Guyana appeared headed for a future of one-term governments. The changes in the country’s demography and emergence of a number of small parties which prepared to join their respective Lists, and the razor slim majorities which have emerged in the National Assembly since 2011, all pointed to one-term governments becoming a permanent feature of Guyana’s electoral politics.
The PNC/R, by its shenanigans in the General and Regional Elections of 2020, has so harmed its credibility that it may have given the PPP/C a life’s holder pass to political office. It is difficult to imagine the PPP/C losing the next elections and the one after that.
And this has little to do with the fact that the incumbent regime has control over the oil revenues. Those oil revenues are a curse onto this nation because when the oil companies are finished with Guyana, it will be deeper in debt than before oil was discovered.
Already the government has begun to seek loans for national development. It is asking the Saudis to establish a billion dollar investment fund for Guyana. It has signed a Memorandum of Understanding for US$2 billion line of credit with the Exim Bank of America. The oil monies are not sufficient to finance the government’s national agenda and so it is seeking external finance. It is even begging for money for climate mitigation and it wants this on soft terms.
The fact of the matter is that even without oil, the PPP/C will cruise to victory in 2025 and 2030. These races should have been close contests. But they will no longer be because of the assault on democracy which was perpetrated by the APNU+AFC.
The PNCR/R is the major party in the APNU+AFC. All the other parties in the APNU are cardboard parties. Having elected a leadership which embraces a discredited narrative, the PNC/R will find it difficult to reclaim political credibility.
How can the PNC/R hope to regain political appeal when it continues to insist that the elections were rigged by the PPP/C. Not even its most ardent supporters truthfully accept this narrative.
The PNC/R did not need to go down this road. The 2011 and 2015 elections showed how much the country’s racial demography has changed, a fact confirmed by the 2012 census. East Indians no longer are a majority in the country. In fact, East Indians’ share of the population has declined precipitously and far greater than any other ethnic group.
The Africans share of the population declined by slightly less than one percent between 2002 and 2012. On the other hand, the Indians share of the population declined by more than three and half percentage points for the corresponding period.
Also, the percentage of mixed Guyana has increased to the extent that this grouping can wield significant influence in any election. The Mixed population moved to almost 20 percent of the population, making it a crucial electoral demographic.
These facts have implications for elections. While it remains true that ethnic voting still predominates, the reality is that ethnic voting is not as deterministic as it used to be. Even if the PPP/C, for example, gets all the Indian votes, that would not grant it a ticket to government. It needs the support of other demographics.
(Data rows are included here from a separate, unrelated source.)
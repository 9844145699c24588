/**
 * The fleet file: one YAML document that lists sites to be fitted together, each with its site file, its history and what it
 * wants otherwise than the rest. For the trainer alone.
 */
import { z } from 'zod';
import { BUNDLE_KINDS, type BundleKind } from './bundle.ts';
import { checked } from './checked-value.ts';
import { parseDuration } from './duration.ts';
import { deepFreeze } from './freeze.ts';
import { listFaults } from './issue.ts';
import { nearestName } from './nearest.ts';
import { readYamlFile, type YamlKind } from './yaml-file.ts';

/** What one site of a fleet wants otherwise than the command line says; absent: as there. */
export interface FleetEntryOptions {
  readonly timeZone?: string;
  readonly from?: string;
  readonly until?: string;
  readonly learnShare?: number;
  readonly calibrateShare?: number;
  /** ms */
  readonly halfLife?: number;
  readonly maxBytes?: number;
  readonly kind?: BundleKind | 'auto';
  readonly useAll?: boolean;
  readonly seed?: number;
  readonly override?: string;
}

/** One site of a fleet file; paths as written, relative to the fleet file. */
export interface FleetEntry {
  readonly site: string;
  /** Paths and patterns of history files, in the order to be read. */
  readonly history: readonly string[];
  readonly options: FleetEntryOptions;
  /** Line of the entry, from 1. */
  readonly line: number;
}

/** Sites of one file: far above what one desk looks after. */
const MOST_SITES = 10_000;
const MAX_FLEET_FILE_BYTES = 4 * 1024 * 1024;

const FLEET_FILE: YamlKind = {
  code: 'fleet-file',
  called: 'a fleet file',
  keys: 'sites',
  maxBytes: MAX_FLEET_FILE_BYTES,
};

const isText = (value: unknown): value is string => typeof value === 'string' && value.trim() !== '';
const text = (expected: string) => checked(expected, (value) => (isText(value) ? value : undefined));
const whole = (least: number, most: number) =>
  checked(`a whole number from ${least} to ${most}`, (value) =>
    Number.isSafeInteger(value) && (value as number) >= least && (value as number) <= most
      ? (value as number)
      : undefined,
  );
const share = checked('a share between 0 and 1', (value) =>
  typeof value === 'number' && value > 0 && value < 1 ? value : undefined,
);
const duration = checked('a duration such as "180d"', (value) =>
  typeof value === 'string' ? (parseDuration(value) ?? undefined) : undefined,
);
const truth = checked('true or false', (value) => (typeof value === 'boolean' ? value : undefined));
const history = checked('a path or pattern of history files, or a list of them', (value) => {
  const list = Array.isArray(value) ? value : [value];
  return list.length > 0 && list.every(isText) ? list : undefined;
});
const KINDS: readonly (BundleKind | 'auto')[] = ['auto', ...BUNDLE_KINDS];
const kind = checked(
  (value) => {
    const near = isText(value) ? nearestName(value, KINDS) : null;
    return `one of ${KINDS.join(', ')}${near === null ? '' : ` (did you mean "${near}"?)`}`;
  },
  (value) => KINDS.find((one) => one === value),
);

const entrySchema = z.strictObject({
  site: text('the path of a site file'),
  history,
  time_zone: text('an IANA time zone such as "Europe/Vienna" or "UTC"').nullish(),
  from: text('a time such as "2026-03-01"').nullish(),
  until: text('a time such as "2026-03-01"').nullish(),
  learn_share: share.nullish(),
  calibrate_share: share.nullish(),
  half_life: duration.nullish(),
  max_bytes: whole(2048, 65_536).nullish(),
  kind: kind.nullish(),
  use_all: truth.nullish(),
  seed: whole(0, 2 ** 32 - 1).nullish(),
  override: text('the reason in words').nullish(),
});

const fleetSchema = z.strictObject({ sites: z.array(entrySchema).min(1).max(MOST_SITES) });

const fleetKeys = (path: readonly PropertyKey[]): readonly string[] =>
  Object.keys(path.length === 0 ? fleetSchema.shape : entrySchema.shape);

const optionsOf = (entry: z.output<typeof entrySchema>): FleetEntryOptions => {
  const all = {
    timeZone: entry.time_zone,
    from: entry.from,
    until: entry.until,
    learnShare: entry.learn_share,
    calibrateShare: entry.calibrate_share,
    halfLife: entry.half_life,
    maxBytes: entry.max_bytes,
    kind: entry.kind,
    useAll: entry.use_all,
    seed: entry.seed,
    override: entry.override,
  };
  return Object.fromEntries(Object.entries(all).filter(([, value]) => value !== undefined && value !== null));
};

/**
 * Reads and checks a fleet file.
 *
 * throws  ProtocolError 'fleet-file': "file:line:col: sites[1].history: expected …, got …", with a suggestion for a mistyped key
 */
export const parseFleetFile = (contents: string, fileName = 'fleet file'): readonly FleetEntry[] => {
  const file = readYamlFile(contents, fileName, FLEET_FILE);
  const parsed = fleetSchema.safeParse(file.plain);
  if (!parsed.success) throw file.refusal(listFaults(parsed.error, file.plain, fleetKeys));
  return deepFreeze(
    parsed.data.sites.map((entry, i) => ({
      site: entry.site,
      history: entry.history,
      options: optionsOf(entry),
      line: file.lineOf(['sites', i]),
    })),
  );
};
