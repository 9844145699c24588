/**
 * What is done about a filter whose forecasts leave all bounds for long. A reading beyond the bundle's guard counts one up
 * for its signal, one within it two down; the guard lies at ten robust spreads or more, so that a count of a few dozen comes
 * of no plant that the bundle knows. First the filter itself passes such readings over; then bounds are widened to
 * what errors have come to; then the filter starts afresh on the recent ticks; then the other bundle takes over; last, each
 * signal's last reading is held, with wide bounds, and the filter tried again from time to time. Each step is given time to
 * heal before the next, and is not taken again before readings have been near their forecasts for long.
 */
import type { DivergenceStep } from '@stillwell/protocol';
import { FOLDED, PASSED_OVER } from '@stillwell/runtime/filter';
import type { Serving } from '../serving.ts';

/** Counts from which the step is said, … */
export const SAID = 4;
/** … bounds are widened, … */
export const WIDENED = 8;
/** … and the next step is taken. */
export const LONG = 32;
const MOST = 2 * LONG;
/** Ticks that a step is given to heal. */
export const REST_TICKS = 64;
/** Ticks near their forecasts after which all is forgotten. */
export const CALM_TICKS = 256;
/** Ticks held before the filter is tried again; twice as many after each try, up to the second number. */
export const FIRST_RETRY_TICKS = 512;
const MOST_RETRY_TICKS = 8192;
/** Share that one error moves their running mean by. */
const SHARE = 1 / 8;
/** Half-widths are so many times the mean error. */
const WIDE = 2.5;

/** What the engine is asked to do. */
export type LadderAction = 'reset' | 'previous-bundle' | 'holding';

/** See the file head. */
export class Ladder {
  #step: DivergenceStep | null = null;
  #sinceTick = 0;
  #reason = '';
  #count = new Int32Array(0);
  #error = new Float64Array(0);
  #tried: LadderAction | null = null;
  #actedAt = Number.NEGATIVE_INFINITY;
  #calm = 0;
  #retryTicks = FIRST_RETRY_TICKS;
  /** Times that a step beyond widening was taken, since the start. */
  readonly counts: Record<LadderAction, number> = { reset: 0, 'previous-bundle': 0, holding: 0 };

  /** What is being done; null: nothing. */
  get present(): { readonly step: DivergenceStep; readonly sinceTick: number; readonly reason: string } | null {
    return this.#step === null ? null : { step: this.#step, sinceTick: this.#sinceTick, reason: this.#reason };
  }

  /** Takes in the tick that `serving` has just folded in; what is to be done, null: nothing more. Widens its bounds itself. */
  observe(serving: Serving): LadderAction | null {
    const { model, state, least } = serving;
    if (this.#count.length !== model.signalCount) {
      this.#count = new Int32Array(model.signalCount);
      this.#error = new Float64Array(model.signalCount);
    }
    let worst = 0;
    for (let i = 0; i < model.signalCount; i++) {
      if (state.observed[i] === FOLDED || state.observed[i] === PASSED_OVER) {
        const error = Math.abs(state.innovation[i]!);
        const isFar = error > model.rejectSd * model.residualScale[i]!;
        this.#count[i] = isFar ? Math.min(MOST, this.#count[i]! + 1) : Math.max(0, this.#count[i]! - 2);
        this.#error[i] = this.#error[i]! + SHARE * (error - this.#error[i]!);
      }
      least[i] = this.#count[i]! >= WIDENED ? WIDE * this.#error[i]! : 0;
      if (this.#count[i]! > this.#count[worst]!) worst = i;
    }
    return this.#weigh(serving, worst);
  }

  /** The filter threw, or left its numbers: the next step, at once. */
  failed(tick: number, reason: string): LadderAction {
    return this.#take(tick, reason);
  }

  /** Whether a filter that is being held off is to be tried again. */
  isRetryDue(tick: number): boolean {
    return this.#step === 'holding' && tick - this.#actedAt >= this.#retryTicks;
  }

  /** It is tried; if it fails, it is held off for twice as long. */
  retried(tick: number): void {
    this.#retryTicks = Math.min(MOST_RETRY_TICKS, 2 * this.#retryTicks);
    this.#actedAt = tick;
    this.#say('reset', tick, 'tried again after readings were held');
    this.#count.fill(0);
  }

  /** The step that was asked for cannot be taken: there is no other bundle, or it fails as well. */
  holds(tick: number): void {
    if (this.#tried !== 'holding') this.counts.holding++;
    this.#tried = 'holding';
    this.#actedAt = tick;
    this.#say('holding', tick, this.#reason);
  }

  /** A held start: nothing in the data folder may serve. */
  begin(tick: number, reason: string): void {
    this.#tried = 'holding';
    this.#actedAt = tick;
    this.#say('holding', tick, reason);
  }

  /** Another bundle serves by a person's will. */
  clear(): void {
    this.#step = null;
    this.#tried = null;
    this.#actedAt = Number.NEGATIVE_INFINITY;
    this.#retryTicks = FIRST_RETRY_TICKS;
    this.#count.fill(0);
  }

  #weigh(serving: Serving, worst: number): LadderAction | null {
    const { tick } = serving;
    const count = this.#count[worst]!;
    this.#calm = count === 0 ? this.#calm + 1 : 0;
    if (this.#calm >= CALM_TICKS && this.#step !== null) this.clear();
    const name = serving.checked.bundle.channels[worst]!.name;
    const reason = `${name}: readings far from every forecast for ${count} ticks or more`;
    if (count >= LONG && tick - this.#actedAt >= REST_TICKS) return this.#take(tick, reason);
    if (this.#tried !== null) return null;
    const step = count >= WIDENED ? 'widened' : count >= SAID ? 'passing-over' : null;
    if (step === null && count === 0) this.#step = null;
    if (step !== null && step !== this.#step) this.#say(step, tick, reason);
    return null;
  }

  #take(tick: number, reason: string): LadderAction {
    const next = this.#tried === null ? 'reset' : this.#tried === 'reset' ? 'previous-bundle' : 'holding';
    this.#tried = next;
    this.#actedAt = tick;
    this.counts[next]++;
    this.#count.fill(0);
    this.#calm = 0;
    this.#say(next, tick, reason);
    return next;
  }

  #say(step: DivergenceStep, tick: number, reason: string): void {
    this.#step = step;
    this.#sinceTick = tick;
    this.#reason = reason;
  }
}
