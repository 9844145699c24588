/**
 * Lengths of time as people write them in a site file: a number and a unit, "10s", "1min", "1.5h".
 */

const UNIT_MS: Readonly<Record<string, number>> = { ms: 1, s: 1000, min: 60_000, h: 3_600_000, d: 86_400_000 };

/** Milliseconds of "10s", "1min", "1.5h"; null for other text or for what is no whole number of milliseconds. */
export const parseDuration = (text: string): number | null => {
  const match = /^(\d+(?:\.\d+)?) ?(ms|s|min|h|d)$/.exec(text.trim());
  if (match === null) return null;
  const ms = Number(match[1]) * UNIT_MS[match[2]!]!;
  // Decimal fractions of a unit are not exact in binary: 0.1 min is 6000.000…1 ms.
  const whole = Math.round(ms);
  return Math.abs(ms - whole) < 1e-6 && Number.isSafeInteger(whole) ? whole : null;
};

/** The shortest exact text: "90s", "1min", "1h", "1d". */
export const formatDuration = (ms: number): string => {
  const unit = ['d', 'h', 'min', 's'].find((name) => ms > 0 && ms % UNIT_MS[name]! === 0) ?? 'ms';
  return `${ms / UNIT_MS[unit]!}${unit}`;
};
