/**
 * Whether the fields of a bundle agree with each other: shapes of every tensor, order of channels and lags, moduli below
 * one. A bundle that passes computes without reading past an array and without growing for ever.
 */
import type {
  AgreementTensors,
  Bundle,
  BundleChannel,
  BundleKind,
  DenseTensors,
  LinearTensors,
  ResponseTensors,
  RoundPart,
} from './bundle.ts';
import { checkDriven, checkFeatures } from './bundle-features-check.ts';
import { checkSwitched } from './bundle-switched-check.ts';
import { toHex } from './digest.ts';
import { ProtocolError } from './errors.ts';
import { bundleSchemaHash } from './schema-hash.ts';
import { checkTensor, dequantise, type TensorType } from './tensor.ts';

const QUANTISED: readonly TensorType[] = ['i8', 'i16'];
const FLOATS: readonly TensorType[] = ['f32', 'f64'];

const refuse = (path: string, what: string): never => {
  throw new ProtocolError('schema', `bundle document: ${path}: ${what}`, { details: { path } });
};

const checkLimits = (channel: BundleChannel, path: string): void => {
  const { lowLow, low, high, highHigh } = channel.limits;
  const ladder = [lowLow, low, high, highHigh].filter((value) => value !== null);
  const isRising = ladder.every((value, i) => i === 0 || value > ladder[i - 1]!);
  if (!isRising)
    refuse(`${path}.limits`, `expected levels that rise from lowLow to highHigh, got ${ladder.join(', ')}`);
};

const checkChannels = (channels: readonly BundleChannel[]): number => {
  const names = new Set<string>();
  let signals = 0;
  for (const [i, channel] of channels.entries()) {
    const path = `channels[${i}]`;
    if (names.has(channel.name)) refuse(`${path}.name`, `expected a name of its own, got "${channel.name}" again`);
    names.add(channel.name);
    if (channel.role === 'signal') {
      if (signals !== i) refuse(`${path}.role`, 'expected signals before inputs, got a signal after an input');
      signals++;
    }
    const [low, high] = channel.clip;
    if (!(low < high)) refuse(`${path}.clip`, `expected low below high, got [${low}, ${high}]`);
    checkLimits(channel, path);
  }
  if (signals === 0) refuse('channels', 'expected at least one signal, got inputs only');
  return signals;
};

const SECTIONS = {
  linear: ['linear'],
  dense: ['dense'],
  featured: ['linear', 'features'],
  switched: ['linear', 'switched'],
  driven: ['driven'],
} as const satisfies Record<BundleKind, readonly (keyof Bundle)[]>;

/** Kinds whose own recursion sees what a round ago was, and a plan of the inputs: a section for it would count twice. */
const WITHOUT = { round: ['switched', 'driven'], response: ['driven'] } as const satisfies Partial<
  Record<keyof Bundle, readonly BundleKind[]>
>;

/** Sections each kind must have, and may not have. */
const checkSections = (bundle: Bundle): void => {
  const { kind } = bundle;
  const own: readonly (keyof Bundle)[] = SECTIONS[kind];
  for (const needed of own) {
    if (bundle[needed] === undefined) refuse(needed, `expected the tensors of kind "${kind}", got none`);
  }
  for (const section of new Set(Object.values(SECTIONS).flat())) {
    if (own.includes(section) || bundle[section] === undefined) continue;
    refuse(section, `expected nothing of the sort in a bundle of kind "${kind}", got a section of another kind`);
  }
  for (const [section, kinds] of Object.entries(WITHOUT) as [keyof typeof WITHOUT, readonly BundleKind[]][]) {
    if (!kinds.includes(kind) || bundle[section] === undefined) continue;
    refuse(section, `expected none in a bundle of kind "${kind}", got one`);
  }
};

const checkLinear = (bundle: Bundle, linear: LinearTensors, signals: number): void => {
  const { decays, resonators, lags, level, featureExponents, bottleneck, readout, own, horizonBasis } = linear;
  for (const [i, [re, im]] of resonators.entries()) {
    const modulus = Math.sqrt(re * re + im * im);
    if (!(modulus < 1)) refuse(`linear.resonators[${i}]`, `expected a modulus below 1, got ${modulus}`);
  }
  for (const [i, lag] of lags.entries()) {
    if (i > 0 && lag <= lags[i - 1]!) refuse(`linear.lags[${i}]`, `expected a lag above ${lags[i - 1]}, got ${lag}`);
  }
  const features = decays.length + 2 * resonators.length + (level === true ? 1 : 0) + lags.length;
  if (features === 0) refuse('linear', 'expected at least one feature a channel, got none');
  const order = bottleneck.rows;
  const basis = horizonBasis.cols;
  if (order === 0) refuse('linear.bottleneck', 'expected at least one row, got none');
  if (basis === 0) refuse('linear.horizonBasis', 'expected at least one column, got none');
  checkTensor(featureExponents, bundle.channels.length, features, ['i8'], 'linear.featureExponents');
  checkUnitScales(featureExponents.scales);
  checkTensor(bottleneck, order, bundle.channels.length * features, QUANTISED, 'linear.bottleneck');
  checkTensor(readout, signals * basis, order, QUANTISED, 'linear.readout');
  const ownWidth = (1 + bundle.channels.length - signals) * features;
  if (own !== undefined) checkTensor(own, signals * basis, ownWidth, QUANTISED, 'linear.own');
  checkTensor(horizonBasis, bundle.horizon, basis, QUANTISED, 'linear.horizonBasis');
};

const checkDense = (bundle: Bundle, dense: DenseTensors, signals: number): void => {
  const { pairs, poles, drive, level, readout, horizonBasis } = dense;
  const order = poles.cols;
  const basis = horizonBasis.cols;
  if (order === 0) refuse('dense.poles', 'expected at least one column, got none');
  if (basis === 0) refuse('dense.horizonBasis', 'expected at least one column, got none');
  if (2 * pairs > order) refuse('dense.pairs', `expected at most ${Math.floor(order / 2)}, got ${pairs}`);
  checkTensor(poles, 1, order, FLOATS, 'dense.poles');
  const values = dequantise(poles);
  for (let k = 0; k < order; k += k < 2 * pairs ? 2 : 1) {
    const im = k < 2 * pairs ? values[k + 1]! : 0;
    const modulus = Math.sqrt(values[k]! * values[k]! + im * im);
    if (!(modulus < 1)) refuse(`dense.poles, column ${k}`, `expected a modulus below 1, got ${modulus}`);
  }
  checkTensor(drive, order, bundle.channels.length, QUANTISED, 'dense.drive');
  const seen = order + (level === true ? bundle.channels.length : 0);
  checkTensor(readout, signals * basis, seen, QUANTISED, 'dense.readout');
  checkTensor(horizonBasis, bundle.horizon, basis, QUANTISED, 'dense.horizonBasis');
  checkLagged(bundle, dense, signals);
};

const checkLagged = (bundle: Bundle, { lags = [], lagged }: DenseTensors, signals: number): void => {
  for (const [i, lag] of lags.entries()) {
    if (i > 0 && lag <= lags[i - 1]!) refuse(`dense.lags[${i}]`, `expected a lag above ${lags[i - 1]}, got ${lag}`);
  }
  if (lags.length > 0 !== (lagged !== undefined))
    refuse(
      'dense.lagged',
      `expected it together with lags, got ${lags.length} lags and ${lagged === undefined ? 'no' : 'a'} tensor`,
    );
  if (lagged === undefined) return;
  const steps = lagged.rows / signals;
  if (!(Number.isInteger(steps) && steps >= 1 && steps <= bundle.horizon))
    refuse(
      'dense.lagged',
      `expected as many rows for each of ${signals} signals, up to the horizon, got ${lagged.rows}`,
    );
  checkTensor(lagged, lagged.rows, lags.length, QUANTISED, 'dense.lagged');
};

/** Shapes that follow from the section alone; the width of its readout follows from the kind and is the filter's to check. */
const checkRound = (bundle: Bundle, { ticks, weight }: RoundPart, signals: number): void => {
  if (ticks < bundle.horizon) refuse('round.ticks', `expected at least the horizon, ${bundle.horizon}, got ${ticks}`);
  if (weight.length !== signals) refuse('round.weight', `expected ${signals} numbers, got ${weight.length}`);
};

const checkResponse = (bundle: Bundle, response: ResponseTensors, signals: number): void => {
  const { inputs, decays, delay, gain, looks, readout, basis, surprise } = response;
  const planned = inputs.length;
  const rising = (values: readonly number[], name: string, most: number): void => {
    for (const [k, value] of values.entries()) {
      if (value <= most && (k === 0 || value > values[k - 1]!)) continue;
      refuse(`response.${name}[${k}]`, `expected rising numbers up to ${most}, got ${values.join(', ')}`);
    }
  };
  rising(inputs, 'inputs', bundle.channels.length - signals - 1);
  rising(looks, 'looks', bundle.horizon);
  for (const [name, list, length] of [
    ['delay', delay, signals * planned],
    ['surprise', surprise, planned],
  ] as const) {
    if (list.length !== length) refuse(`response.${name}`, `expected ${length} numbers, got ${list.length}`);
  }
  const late = delay.find((ticks) => ticks >= bundle.horizon);
  if (late !== undefined) refuse('response.delay', `expected ticks below the horizon, ${bundle.horizon}, got ${late}`);
  if (basis.rows === 0 || basis.rows % planned !== 0)
    refuse('response.basis', `expected as many rows for each of ${planned} inputs, got ${basis.rows}`);
  checkTensor(gain, signals, planned * (decays.length + 2), QUANTISED, 'response.gain');
  checkTensor(readout, basis.rows, readout.cols, QUANTISED, 'response.readout');
  checkTensor(basis, basis.rows, bundle.horizon, QUANTISED, 'response.basis');
};

/** Exponents are integers as they stand: a scale would change them. */
const checkUnitScales = (scales: Uint8Array): void => {
  const view = new DataView(scales.buffer, scales.byteOffset, scales.byteLength);
  for (let row = 0; row < scales.length / 4; row++) {
    const scale = view.getFloat32(row * 4, true);
    if (scale !== 1) refuse('linear.featureExponents', `row ${row}: expected scale 1, got ${scale}`);
  }
};

const checkAgreement = (bundle: Bundle, agreement: AgreementTensors, signals: number): void => {
  const { weights, offset, scale, limit } = agreement;
  for (const [name, list] of Object.entries({ offset, scale, limit })) {
    if (list.length !== signals)
      refuse(`agreement.${name}`, `expected ${signals} numbers, one a signal, got ${list.length}`);
  }
  checkTensor(weights, signals, bundle.channels.length, QUANTISED, 'agreement.weights');
};

const checkGuard = ({ guard }: Bundle, signals: number): void => {
  const { stuck, rests, stuckActs } = guard;
  if (stuck === undefined && rests === undefined && stuckActs === undefined) return;
  for (const [name, list] of Object.entries({ stuck, rests })) {
    if (list?.length !== signals)
      refuse(
        `guard.${name}`,
        `expected ${signals} entries, one a signal, got ${list === undefined ? 'none' : list.length}`,
      );
  }
  const short = (stuck ?? []).indexOf(1);
  if (short >= 0) refuse(`guard.stuck[${short}]`, 'expected 0 or at least 2, got 1');
};

const checkSeasonal = (bundle: Bundle, signals: number): void => {
  const { periodTicks, table } = bundle.seasonal;
  const most = Math.max(1, periodTicks);
  if (table.cols < 1 || table.cols > most) {
    refuse('seasonal.table', `expected 1 to ${most} columns for a period of ${periodTicks} ticks, got ${table.cols}`);
  }
  checkTensor(table, signals, table.cols, QUANTISED, 'seasonal.table');
};

const checkRadius = (bundle: Bundle, signals: number): void => {
  checkTensor(bundle.bounds.radius, signals, bundle.horizon, QUANTISED, 'bounds.radius');
  const values = dequantise(bundle.bounds.radius);
  const at = values.findIndex((value) => value < 0);
  if (at >= 0) refuse('bounds.radius', `element ${at}: expected a half-width >= 0, got ${values[at]}`);
  const { crossing = [], crossingBySignal } = bundle.bounds;
  checkRising(crossing, 'bounds.crossing');
  if (crossingBySignal === undefined) return;
  if (crossingBySignal.length !== signals) {
    refuse('bounds.crossingBySignal', `expected ${signals} entries, got ${crossingBySignal.length}`);
  }
  for (const [i, own] of crossingBySignal.entries()) {
    checkRising(own?.percent ?? [], `bounds.crossingBySignal[${i}].percent`);
    if (own !== null && own.high < own.low) {
      refuse(`bounds.crossingBySignal[${i}]`, `expected high not below low, got ${own.low} and ${own.high}`);
    }
  }
};

const checkRising = (shares: readonly number[], where: string): void => {
  const falls = shares.findIndex((share, k) => share < (shares[k - 1] ?? 0));
  if (falls >= 0) refuse(where, `element ${falls}: expected no less than the one before, got ${shares[falls]}`);
};

const checkJudge = (bundle: Bundle, signals: number): void => {
  const { horizons, rivals, mse, skill, coverage, verdicts } = bundle.judge;
  for (const [i, step] of horizons.entries()) {
    const least = i === 0 ? 0 : horizons[i - 1]!;
    if (step <= least || step > bundle.horizon) {
      refuse(`judge.horizons[${i}]`, `expected a step above ${least} and up to ${bundle.horizon}, got ${step}`);
    }
  }
  checkTensor(mse, signals, horizons.length, FLOATS, 'judge.mse');
  checkTensor(skill, signals * rivals.length, horizons.length, FLOATS, 'judge.skill');
  checkTensor(coverage, signals, horizons.length, FLOATS, 'judge.coverage');
  if (verdicts.length !== signals) {
    refuse('judge.verdicts', `expected ${signals} sentences, one a signal, got ${verdicts.length}`);
  }
};

/**
 * Refuses a bundle whose fields disagree.
 *
 * shapes  as the interfaces of bundle.ts state them
 * throws  ProtocolError 'schema' naming the field, 'tensor' naming the tensor; expected and got
 */
export const checkBundle = (bundle: Bundle): void => {
  const signals = checkChannels(bundle.channels);
  const expected = toHex(bundleSchemaHash(bundle));
  const got = toHex(bundle.schema);
  if (expected !== got) refuse('schema', `expected ${expected} for these channels and this tick, got ${got}`);
  checkSections(bundle);
  if (bundle.linear !== undefined) checkLinear(bundle, bundle.linear, signals);
  if (bundle.dense !== undefined) checkDense(bundle, bundle.dense, signals);
  const around = {
    channels: bundle.channels.length,
    signals,
    basis: bundle.linear?.horizonBasis.cols ?? 0,
    order: bundle.linear?.bottleneck.rows ?? 0,
  };
  if (bundle.features !== undefined) checkFeatures(bundle.features, around);
  if (bundle.switched !== undefined) checkSwitched(bundle.switched, { ...around, horizon: bundle.horizon });
  if (bundle.driven !== undefined) checkDriven(bundle.driven, around);
  if (bundle.response !== undefined) checkResponse(bundle, bundle.response, signals);
  if (bundle.round !== undefined) checkRound(bundle, bundle.round, signals);
  checkGuard(bundle, signals);
  if (bundle.agreement !== undefined) checkAgreement(bundle, bundle.agreement, signals);
  checkSeasonal(bundle, signals);
  checkRadius(bundle, signals);
  checkJudge(bundle, signals);
  const { last } = bundle.probe;
  if (last.length !== bundle.horizon) {
    refuse('probe.last', `expected ${bundle.horizon} numbers, one a step, got ${last.length}`);
  }
  const { firstMs, lastMs } = bundle.provenance;
  if (firstMs > lastMs) refuse('provenance.firstMs', `expected a time up to lastMs (${lastMs}), got ${firstMs}`);
};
In 2011, the PPP/C lost Indian support in West Berbice. Those votes went to the AFC because of the strong campaigning by former members of Ravi Dev’s ROAR who had been recruited by the AFC. The treatment of the sugar workers in that area was also decisive. When Jagdeo realised the falling support in West Coast Berbice, he went to meet the sugar workers. They told him, “Boat dun gone ah Falls.”
While therefore ethnic voting dominates elections, it is not as deterministic as it once was. Both parties have begun to recognise the importance of both the Mixed and the Indigenous vote.
The changing demographics means that the PPP/C is no longer guaranteed a victory by virtue of its stranglehold on the Indian vote. The APNU and AFC together held a majority in the 2011 Parliament. And when they formed the APNU+AFC Coalition in 2015, the grouping secured a one seat majority.
In government, they however behaved as if they had a commanding majority. And then in the 2020 elections, the APNU+AFC dissolved whatever chances it had to regaining power in 2025 by not distancing itself from the plot to rig the elections.
There is no place for electoral cheats in the modern era. By continuing to embrace a discredited narrative, the PNC/R has not only shot itself in the foot, it has shut itself out of political office for a very long time.
Instead of blaming the PPP/C, the supporters of the PNC/R should blame those who are responsible for thwarting whatever chances the PNC/R has of ever regaining political office.
(The views expressed in this article are those of the author and do not necessarily reflect the opinions of this newspaper.)